La création d’entreprise trouve également sa place dans les grandes écoles de commerce et
d’ingénieurs qui lancent des programmes pédagogiques pour sensibiliser et préparer leurs étudiants
à l’entrepreneuriat (A. Fayolle, 2004). L’élan entrepreneurial gagne aussi les grandes entreprises qui
cherchent à développer l’esprit d’initiative de leurs salariés et insuffler une nouvelle dynamique à
leur organisation (O. Basso et T. Legrain, 2004). Aussi, de nombreux dispositifs voient le jour pour
favoriser l’éclosion de nouveaux projets et la création de nouvelles entreprises. L’essaimage est l’un
de ces dispositifs. Il consiste pour une entreprise à aider un ou plusieurs de ses employés à créer
leur propre entreprise.
Traduction incomplète du terme « spin-off » (F. Pirnay, 1998, p.3), le concept d'essaimage a pris, en
France, une signification particulière. Il a fait l'objet de différentes études (C. Bruyat, 1987 ; L.
Danvert, 1988 ; B. Sire, 1988 ; J. Bertherat, 1989 ; M. Lafrance, 1994 ; A. Belley, L. Dussault et J.
Lorrain, 1997 ; H. Daval, 1998, 2001 ; F. Pirnay, 1998, 2001 ; P. Brenet, 2000 ; E-M. Laviolette,
2003, 2005, 2009) qui ont tenté de mieux expliciter ce phénomène et de l'enrichir. Il faut noter que
le concept d’essaimage renvoie à des pratiques différentes en France et aux Etats-Unis. De ce fait, la
littérature anglo-saxonne s’intéressant à ce concept n’est pas toujours bien adaptée au contexte
français, car elle renvoie à un phénomène différent. La littérature sur l’essaimage dans le contexte
français n’est toutefois pas très importante.
Les principaux travaux qui s’y réfèrent adoptent souvent le point de vue du salarié qui part créer
une entreprise avec l’aide de son employeur. Ainsi, P. Brenet (2000) définit l’essaimage comme
« la création d’une entreprise par une personne (ou une équipe) qui a quitté son entreprise
d’origine, avec l’existence d’un lien formel ou d’influence entre ces deux entreprises ». De même,
H. Daval (1998) met l’accent sur le rôle de l’entreprise dans l’accompagnement de son salarié-
porteur de projet.
Plusieurs chercheurs ont proposé une typologie des différentes pratiques d’essaimage mises en
place par les entreprises.
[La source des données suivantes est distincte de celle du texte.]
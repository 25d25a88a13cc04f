import type { CorrectionRecord } from './repository';
import type { CorrectionEstimate, CorrectionWithFigures } from './use-cases';

const iso = (ms: number) => new Date(ms).toISOString();

/** A correction as JSON: id and status first (POST answers `{ id, status: "proposed", … }`), instants as ISO strings. */
export const presentCorrection = (c: CorrectionRecord) => ({
  id: c.id,
  status: c.status,
  meterRunId: c.meterRunId,
  start: iso(c.startMs),
  end: iso(c.endMs),
  kind: c.kind,
  massKg: c.massKg,
  factor: c.factor,
  substitute: c.substitute,
  origin: c.origin,
  estimate: c.estimate,
  reason: c.reason,
  proposedBy: c.proposedBy,
  proposedAt: iso(c.proposedAtMs),
  decidedBy: c.decidedBy,
  decidedAt: c.decidedAtMs === null ? null : iso(c.decidedAtMs),
  decisionReason: c.decisionReason,
});

/** A correction with the original (first recorded) and current figures of its period and their difference. */
export const presentCorrectionWithFigures = (c: CorrectionWithFigures) => ({
  ...presentCorrection(c.correction),
  figures: c.figures,
});

export const presentEstimate = (e: CorrectionEstimate) => ({
  meterRunId: e.meterRunId,
  start: iso(e.startMs),
  end: iso(e.endMs),
  massKg: e.massKg,
  uncertaintyPercent: e.uncertaintyPercent,
  method: e.method,
  basis: e.basis,
});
Ainsi, l’essaimage « à la française » du fait du contexte dans lequel il a
émergé est souvent réduit à sa dimension sociale, c’est-à-dire à la gestion des sureffectifs (P.
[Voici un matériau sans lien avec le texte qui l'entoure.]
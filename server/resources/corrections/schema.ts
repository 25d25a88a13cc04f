import { z } from 'zod';
import { idField, isoInstant } from '../../http/params';

const num = z.number({ error: 'must be a number' }).finite('must be a finite number');
const reason = z
  .string({ error: 'is required' })
  .trim()
  .min(1, 'is required')
  .max(2000, 'must be at most 2000 characters');

/** Readings of one transmitter replaced over the period: a fixed value in its unit, or the value held from before. */
const substitute = z.union(
  [
    z.object({ transmitterId: idField('transmitter'), value: num }).strict(),
    z.object({ transmitterId: idField('transmitter'), hold: z.literal(true) }).strict(),
  ],
  { error: 'must be { transmitterId, value } or { transmitterId, hold: true }' },
);

/**
 * `POST /api/corrections`: a substitution (a quantity `massKg` for the period, or substituted
 * readings `substitute`) or an adjustment (`factor`), always with a reason. `origin: 'estimate'`
 * proposes the server's estimate for the period (massKg may be left out; if given, it must be the estimate).
 */
export const proposeCorrectionBody = z
  .object({
    meterRunId: idField('meter run'),
    start: isoInstant,
    end: isoInstant,
    kind: z.enum(['substitute', 'adjust'], { error: 'must be substitute or adjust' }),
    massKg: num.nonnegative('must be 0 or more').optional(),
    factor: num.positive('must be above 0').optional(),
    substitute: substitute.optional(),
    origin: z.enum(['manual', 'estimate'], { error: 'must be manual or estimate' }).default('manual'),
    reason,
  })
  .strict();
export type ProposeCorrectionInput = z.infer<typeof proposeCorrectionBody>;

/** `POST /api/corrections/:id/approve` and `/reject`. */
export const decisionBody = z.object({ reason }).strict();

/** `GET /api/corrections?meterRunId&status` */
export const correctionsQuery = z.object({
  meterRunId: idField('meter run').optional(),
  status: z.enum(['proposed', 'approved', 'rejected'], { error: 'must be proposed, approved or rejected' }).optional(),
});

/** `GET /api/corrections/estimate?meterRunId&start&end` */
export const estimateQuery = z.object({
  meterRunId: z.string({ error: 'is required' }).and(idField('meter run')),
  start: isoInstant,
  end: isoInstant,
});

/** A correction covers at most this long (a quarter); longer spans are a configuration matter. */
export const CORRECTION_MAX_DAYS = 92;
Brenet, 2000). Pourtant, les finalités poursuivies par une organisation, dès lors qu’elle s’engage
dans une politique d’essaimage, sont multiples. Historiquement, une première typologie sest basée
sur les finalités poursuivies par chaque organisation et a mis en avant le fait qu’elles diffèrent, selon
que son contexte économique lui est favorable ou pas. De ce constat, B. Sire (1988), C. Bruyat
(1988) ainsi que A. Belley et al. (1997) font la distinction entre l'essaimage à froid (contexte
favorable) et l'essaimage à chaud (contexte défavorable).